The plasma concentration-time profile for efavirenz in the absence and presence of rifampin is shown in Fig. 2. Mean efavirenz plasma concentrations at all sampling time points were lower when efavirenz was administered with rifampin, but there was wide intersubject variability. Efavirenz mean C_24h and AUC_0-24 values were lower with rifampin coadministration than when efavirenz was administered alone (1,722 versus 2,116 ng/ml, P = 0.014, and 55,810 versus 66,251 ng·h/ml, P = 0.010, respectively). The differences in mean values between the two periods for T_max, C_max, and CL/F were not significant (data not shown in tables). Similar trends were observed in the pharmacokinetics parameters in the absence and presence of rifampin when we excluded the subject W6, in whom the C_24h sample was lost during period II (data not shown).
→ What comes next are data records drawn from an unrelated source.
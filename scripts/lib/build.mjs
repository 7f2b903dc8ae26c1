import { createHash } from 'node:crypto'
import { existsSync, readFileSync, readdirSync, rmSync, writeFileSync } from 'node:fs'
import { join, relative } from 'node:path'
import { env, execPath, versions } from 'node:process'
import { inRoot, root } from './paths.mjs'
import { run } from './run.mjs'

const stampFile = inRoot('.output', 'sources')

/** At the top level, what the build does not read. */
const apart = new Set(['node_modules', 'tests', 'scripts', 'docs', 'coverage', 'test-results', 'vitest.config.ts', 'drizzle.config.ts', 'eslint.config.mjs', 'bench-results.json', 'LICENSE'])

/** @param {string} folder @returns {string[]} */
function filesIn(folder) {
  return readdirSync(folder, { withFileTypes: true }).flatMap((entry) => {
    const isApart = entry.name.startsWith('.') || entry.name.endsWith('.md') || entry.name.endsWith('.log')
      || (folder === root && apart.has(entry.name))
    if (isApart) return []
    const path = join(folder, entry.name)
    if (entry.isDirectory()) return filesIn(path)
    return entry.isFile() ? [path] : []
  })
}

/** One number for everything that the build reads, so that it is done again exactly when that changed. */
export function hashSources() {
  const hash = createHash('sha256').update(`node ${versions.modules}, https ${(env.NUXT_PUBLIC_BASE_URL ?? '').startsWith('https:')}`)
  for (const path of filesIn(root).sort()) {
    hash.update(`\0${relative(root, path)}\0`).update(readFileSync(path))
  }
  return hash.digest('hex')
}

export function isBuilt() {
  return existsSync(inRoot('.output/server/index.mjs')) && existsSync(stampFile)
    && readFileSync(stampFile, 'utf8') === hashSources()
}

/** Builds the application for production into `.output`. */
export async function build() {
  const sources = hashSources()
  rmSync(stampFile, { force: true })
  await run(execPath, [inRoot('node_modules/nuxt/bin/nuxt.mjs'), 'build'], {
    env: {
      ...env,
      NODE_ENV: 'production',
      NUXT_TELEMETRY_DISABLED: '1',
      // On a machine with little memory Node would give itself less than the build needs.
      NODE_OPTIONS: `${env.NODE_OPTIONS ?? ''} --max-old-space-size=3072`.trim(),
    },
    failure: 'The application could not be built.',
  })
  writeFileSync(stampFile, sources)
}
The geometric means and geometric mean ratios (on/off rifampin) with 90% CI for the efavirenz plasma pharmacokinetic parameters are summarized in Table 1. The geometric mean ratios (90% CI) for C_max and AUC_0-24 were 0.84 (0.71, 1.00) and 0.82 (0.72, 0.92), respectively. The result did not change significantly after a repeat analysis with subject W6 excluded (data not shown).

Table 1.

Geometric mean and geometric mean ratio (90% CI) of efavirenz steady-state pharmacokinetic parameter estimates in the absence and presence of efavirenz in healthy volunteers^a

Pharmacokinetic parameter	Geometric mean (90% CI)		Geometric mean ratio (EFV-RIF/EFV) (90% CI)
Pharmacokinetic parameter	EFV alone (n = 11)	EFV-RIF (n = 11)	Geometric mean ratio (EFV-RIF/EFV) (90% CI)
T_max (h)	2.46 (2.10, 2.89)	2.30 (1.56, 3.39)	0.99 (0.76, 1.29)
C_max (ng/ml)	4,571 (652, 5,721)	3,882 (3,034, 4,966)	0.84 (0.71, 1.00)
C_24h (ng/ml)	1,766 (1,262, 2,472)	1,435 (1,026, 2,009)	0.81 (0.73, 0.89)
AUC_0-24 (ng·h/ml)	59,429 (45,604, 77,466)	48,865 (36,475, 65,464)	0.82 (0.72, 0.92)
CL/F (ml/h)	2,958 (1,380, 6,339)	4,656 (3,112, 6,966)	1.55 (1.15, 2.11)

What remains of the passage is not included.